Contrarian view (what the market is refusing to see): The −58% move trained holders to read KRMN as "broken," but the break was mechanical float-doubling, not a deterioration in the franchise — backlog and guidance went up through the drawdown. The real, under-discussed risk is the opposite of the price action: it's the cash-conversion + leverage + control-weakness triangle, not the demand story, that could actually impair this business. The market is selling the right stock for the wrong reason.

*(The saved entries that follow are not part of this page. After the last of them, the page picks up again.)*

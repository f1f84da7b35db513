//! Properties of the derivation engine, checked on randomly generated inputs.
//!
//! Each property is a sentence about Slater determinants that must hold for every input:
//!
//! 1. Every request of a well-formed input derives, and the derived formula agrees with
//!    brute-force second quantization on random integrals.
//! 2. Requests that make no sense (different closed spaces, different electron counts, Pauli
//!    violations, excitations of empty spin orbitals, ...) are refused with the matching input
//!    error, never with a panic or a wrong number.
//! 3. The check is not vacuous: a derivation altered in one place (a sign, a dropped term,
//!    J written for K, a wrong overlap) fails verification with exit code 1.
//! 4. Exact algebra: <X|H|Y> = <Y|H|X> for real orbitals; scaling a state by c scales its
//!    elements and overlaps by c and leaves its energy alone; reordering the entries of a
//!    determinant multiplies it by the sign of the permutation of its electrons, so energies
//!    are unchanged and elements change sign; flipping every spin leaves a determinant's
//!    energy unchanged; an energy is the element <S|H|S> divided by the overlap <S|S>.
//!
//! Inputs are generated as text in the input language from a list of random numbers. An
//! exhausted list answers every further choice with 0, the simplest option, so shrinking a
//! failing case simplifies the program. The runner uses a fixed seed and writes no
//! regression files, so every run checks the same cases.

use num_bigint::BigInt;
use num_rational::BigRational;
use proptest::prelude::*;
use proptest::test_runner::{RngAlgorithm, RngSeed};
use spinfold::{
    Binding, DEFAULT_SEED, Derivation, ErrorKind, Exact, Expr, Factor, IntegralKind, IntegralTable, Options,
    Program, Report, derive, evaluate, parse, verify,
};
use std::collections::BTreeSet;

// ---------------------------------------------------------------------------------------
// Runner configuration
// ---------------------------------------------------------------------------------------

/// A deterministic runner: fixed seed, a bounded number of cases, no persistence files.
fn config(cases: u32) -> ProptestConfig {
    ProptestConfig {
        cases,
        rng_algorithm: RngAlgorithm::ChaCha,
        rng_seed: RngSeed::Fixed(0x5f1d_2026),
        failure_persistence: None,
        max_shrink_iters: 512,
        ..ProptestConfig::default()
    }
}

/// The random numbers a program is generated from.
fn choices() -> impl Strategy<Value = Vec<u16>> {
    prop::collection::vec(any::<u16>(), 0..400)
}

// ---------------------------------------------------------------------------------------
// Random programs
// ---------------------------------------------------------------------------------------

/// Answers choices from a list of random numbers, 0 once the list is exhausted.
struct Choices<'a> {
    values: &'a [u16],
    next: usize,
}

Dismantling the bull case. What structurally breaks the model: Karman doesn't sell to end customers — it sells through primes into government-funded programs, so its revenue is doubly derivative: a prime can in-source, a program can be cut, and an appropriation can slip (Golden Dome already stalled at OMB ). Revenue concentration: "no single program >12%" sounds diversified, but the growth is concentrated in a handful of marquee missile/hypersonic/Golden-Dome programs whose funding is political. Why the moat may be weaker than bulls think: spec-lock protects legacy content, but the high-growth next-gen wins are recompeted and Karman is the incumbent subsystem shop, not the prime — its pricing power is capped by FAR/cost-plus economics, not TransDigm-style sole-source-to-a-commercial-aftermarket pricing. Most dangerous competitor bulls underestimate: not another small shop, but the primes themselves vertically integrating (and well-funded new defense entrants), eroding the "buy" side of make-vs-buy. Worst capital-allocation / governance: a PE sponsor (Trive) that built the platform on debt, IPO'd it, and is selling into the public while leaving a 133M-share company with an unremediated material weakness and an ISP earnout it already missed. Assumptions that must hold for today's price: (i) ~30% Adj-EBITDA margins survive integration; (ii) backlog converts to cash, not just contract assets; (iii) Golden Dome funds roughly on schedule; (iv) rates don't rise. If growth disappoints 20–30%: at ~34x forward with 2.1x leverage, a deceleration to ~20% with flat margins re-rates it toward ~25x on lower EBITDA — another 30–40% downside from $49.58 is entirely plausible. Single permanent-impairment scenario: an EAC restatement tied to the material weakness, on a levered balance sheet, during a Golden Dome funding pause — low-probability, high-severity, and the one that would break it.